Un vrai film dans ma petite allumette rouge et jaune.
Je vais lui faire un procès à l’auteur.
Il a pris mon nom. Je me sens outragée.
Je ne suis pas une grande Noire.
Je suis une petite Blanche.
Je vais lui faire un procès.
Je le gagne.
Et je vis de mes rentes.
Je ne cherche plus du travail.
Je ne vais plus à la Police.
D’un geste désinvolte
J’envoie ma petite allumette par-dessus l’épaule.
Il y a un Smith qui la ramasse.
Poliment.
Les Smith sont comme moi. Ils vont au tea-room. Puis ils mettent Porgy and Bess.
Et le reste.
et
« Que sont devenues les fleurs ? »
Il y a un Smith qui n’arrête pas de mettre :
« Que sont devenues les fleurs ? »
Je suis obligée de supporter ça.
Pour enfin mettre
Porgy
and Bess
.
Je vais peut-être en faire un de Porgy and Bess.
Je veux dire un opéra.
J’essuie mon allumette et je continue de la fumer.
Je ferai ça avec Dothy.
Dothy c’est un chic type.
C’est un as.
Pour faire les opéras. Les films. Les concertos. Les symphonies.
Et tout.
Il est très intelligent.
J’aime bien être avec Dothy. Il voit les choses comme moi.
Par exemple Porgy and Bess. Il le met trois fois de suite.
Je lui dis
— C’est trop.
Il soutient que non.
Puis il dit qu’il va en faire un. Un. De Porgy and Bess.
Avec moi.
— À percussions. Dit-il.
Alors là.
C’est à crever.
Quand Dothy est parti sur la percussion.

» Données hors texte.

import {
  judgeStage,
  pastDayOf,
  COMPLETE_DAY,
  CHECKPOINT_HOURS,
  type PastDay,
  type SectionCounts,
} from '@tierscope/domain';
import { RealisticHouse, SLOTS_PER_DAY } from '../simulator/src/realistic';
const stageEnds = [...CHECKPOINT_HOURS.map((h) => h * 4), SLOTS_PER_DAY];
const zs: number[][] = [[], [], []];
const raw: number[][] = [[], [], []];
for (let seed = 1; seed <= 12; seed++) {
  const house = new RealisticHouse({
    rows: 16,
    tiers: 3,
    seed,
    breed: seed % 2 ? 'white' : 'brown',
    beltRunHours: seed % 3 === 0 ? [1.5, 3, 4.5, 6, 8, 10, 13, 16] : undefined,
  });
  const past: PastDay[] = [];
  for (let d = 0; d < 60; d++) {
    const day = house.dayData(d);
    const sections: SectionCounts[] = day.sections.map((s) => {
      const byStage: number[] = [];
      let sum = 0,
        slot = 0;
      for (const end of stageEnds) {
        for (; slot < end; slot++) sum += s.counted[slot] ?? 0;
        byStage.push(sum);
      }
      return { row: s.row, tier: s.tier, byStage };
    });
    if (d >= 28)
      for (let stage = 0; stage <= COMPLETE_DAY; stage++) {
        const j = judgeStage({ thresholdPct: 10, stage, sections, past });
        for (const s of j.spots.values())
          if (s.scope === 'section') {
            zs[stage]!.push(s.z);
            raw[stage]!.push(Math.log(s.ratio));
          }
      }
    past.unshift(pastDayOf(`d${d}`, sections, new Set()));
  }
}
for (let st = 0; st < 3; st++) {
  const z = zs[st]!;
  const n = z.length;
  const sd = Math.sqrt(z.reduce((a, b) => a + b * b, 0) / n);
  const r = raw[st]!;
  const rsd = Math.sqrt(r.reduce((a, b) => a + b * b, 0) / n);
  console.log(
    'stage',
    st,
    'n',
    n,
    'sd(z)',
    sd.toFixed(3),
    'sd(log ratio)',
    rsd.toFixed(4),
    'P(z<-3)',
    (z.filter((v) => v < -3).length / n).toExponential(2),
    'P(z<-4)',
    (z.filter((v) => v < -4).length / n).toExponential(2),
    'P(z<-4.5)',
    (z.filter((v) => v < -4.5).length / n).toExponential(2),
    'P(r<-0.105)',
    (r.filter((v) => v < -0.105).length / n).toExponential(2),
  );
}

Il faut patienter.
Mon allumette une fois encore écrit au bleu de sa fumée. Que le rêve. Le rêve opéra est terminé.
La réalité éclaire les Smith en grappe. Sirotant des litres entiers de lait. Avec une paille.
Paraît qu’ils sont très dangereux les Smith.
Inquiétants.
Il paraîtrait que le collège aurait été supprimé d’une réunion pour indécence.
On a murmuré ce triste mot après moi.
C’est triste.
Je suis triste en regardant les Smith.
Voisinage périlleux pour « Chants d’Oiseaux ».
Vers 10 heures du matin le travail m’appelle.
Je lui réponds.
Je longe en flânant cette jolie promenade fleurie.
Le long du lac bleu.
Je contemple les voiliers pliés bien rangés. Se balancent. Tanguent. Dans un bruit de chaînes. De grincements. Avec le vent qui se lève. Tempête sur morceau d’Océan. Soudain bien démonté. Mâts et voiles à l’aventure. Vieille image inattendue.
J’achète un magazine. Au bord de l’eau solitaire. Je dénombre les images de la réalité.
Puis je me lève. Pour aller travailler.
Inopinément j’entre dans la salle à manger des Professeurs. (Des professeurs.) Je suis seule.
Madame R. F. buste penché sur son ardent passé entre à son tour.
— Bonjour. Je dis.
Elle m’ignore.
Puis toutes les Dames sont là.
Vite elles se mettent à parler. De leurs châteaux.
Du moins du château qu’elles ont eu. Ou du château de leur sœur.
Ou du château qu’elles ont mais qu’elles n’habitent pas. Elles parlent de leurs serviteurs. Du moins des serviteurs qu’elles ont eus. Ou des serviteurs qu’elles ont connus. Il paraît que ces Dames avaient des cuisiniers, des chauffeurs jadis (et toute la suite). Maintenant elles vivent en communauté. À 500 francs par mois. Ou 600. Tout retranché reste 430. Mais l’auréole du passé fait le reste.
Vient s’ajouter l’éternel décor du dehors. Là où s’ouvrent les hautes fenêtres de cette belle pièce. Sur les terrasses les pelouses les balcons les arbres d’ornement les allées bordées ombragées les parterres fleuris.
Aussi la superbe des Dames est-elle sans égale.
Je me demande si je dois parler des oliviers de ma sœur.
Ils ont gelé en 56.
Ça fait déjà moins bien des oliviers gelés.
Enfin je le dis.
Je parle des oliviers de ma sœur.
Ça ne va pas très bien.
On n’a pas l’air de me croire.
Surtout quand j’affirme qu’ils ont gelé.
Pour couper court Madame J.S. parle de leur cuisinier.
Paraît-il qu’il était très bon.
Puis tout le monde apprend que quelque part en Catalogne un étang romantique vient d’être transformé en piscine hollywoodienne.
Les oliviers s’effacent devant des gloires plus sûres.
L’affaire de la piscine nous la savons.
Mais à la cinquantième fois toutes les personnes très bien élevées sont absolument ravies et surprises de l’entendre.
Puisqu’il s’agit d’une affaire très importante qui mérite d’être connue je tiens donc à redire au cas où ce livre serait édité à trois mille exemplaires. Comme d’habitude.
Je tiens à redire.
Pour trois mille personnes possibles. Qui seront je le souhaite. Ravies et surprises. Il y a quelque par en Catalogne un étang romantique transformé maintenant en piscine grand luxe.
C’est la piscine de sa sœur bien entendu. »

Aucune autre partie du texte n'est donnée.